I have had people ask me why they should have a long or good password on a Facebook account instead of using a mere abcd1234 or their phone number. Well, it contains your identity and personal details.

I simply ask them to think of all person can do if they can impersonate them. This extends to your email accounts as well as some of us store vital information there. Though not common here in Nigeria, identity theft can be used to ruin a person.

Passwords have always been the first step to secure your online accounts. Like the keys to the lock of your houses, a weak password can spell doom to the owner.

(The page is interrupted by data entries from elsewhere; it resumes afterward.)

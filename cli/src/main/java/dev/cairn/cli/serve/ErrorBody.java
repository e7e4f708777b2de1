package dev.cairn.cli.serve;

import com.fasterxml.jackson.databind.ObjectMapper;
import com.fasterxml.jackson.databind.node.ObjectNode;
import java.nio.charset.StandardCharsets;
import java.util.regex.Matcher;
import java.util.regex.Pattern;

/**
 * The service's error answers: {@code {"error": {"status": 400, "message": "...", "pointer": "/control"}}}.
 * The message is the one line the command line prints; the pointer is the JSON pointer that line names,
 * when it names one (bad data in a file are named by file, line and column instead); only a 400 has one.
 */
final class ErrorBody {
    private static final ObjectMapper JSON = new ObjectMapper();
    /** A JSON pointer at the start of the message or after ": " (the way cairn's messages place them). */
    private static final Pattern POINTER = Pattern.compile("(?:^|: )(/[A-Za-z0-9_$~./-]*[A-Za-z0-9_$~-]|/)(?=[:,]|$)");

    private ErrorBody() {
    }

    /**
     * @param status  the HTTP status
     * @param message one line saying what is wrong and where
     * @return the error answer's JSON
     */
    static byte[] of(int status, String message) {
        ObjectNode root = JSON.createObjectNode();
        ObjectNode error = root.putObject("error");
        error.put("status", status);
        error.put("message", message);
        String pointer = status == 400 ? pointer(message) : null; // other errors are not about the spec
        if (pointer != null) {
            error.put("pointer", pointer);
        }
        return (root.toString() + "\n").getBytes(StandardCharsets.UTF_8);
    }

    /**
     * @param message an error line
     * @return the first JSON pointer it names, or null
     */
    static String pointer(String message) {
        if (message == null) {
            return null;
        }
        Matcher m = POINTER.matcher(message);
        return m.find() ? m.group(1) : null;
    }
}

Passwords like that can be cracked easily by a hacker using brute force.

A good password is something that is long (probably more than 11 characters), contains UPPERCASE, lowercase, special symbols and numbers and unpredictable and probably not an English word. It has to be something no one expects.

Here I am going to point out the 6 ways I use to create my passwords so you too can generate a good password easily and lazily.

1. Using Your Email

Let’s say you have an alternate email that many people don’t know anything about, you can easily turn it into a password.

Suppose your email is chuksobi89@yahoo.com, it already has the components of a good password (alphabets, characters, and numbers)so we can easily tweak it to 89chUKs@OBiyAHoo. Notice that it contains 16 characters and all the components of a good password.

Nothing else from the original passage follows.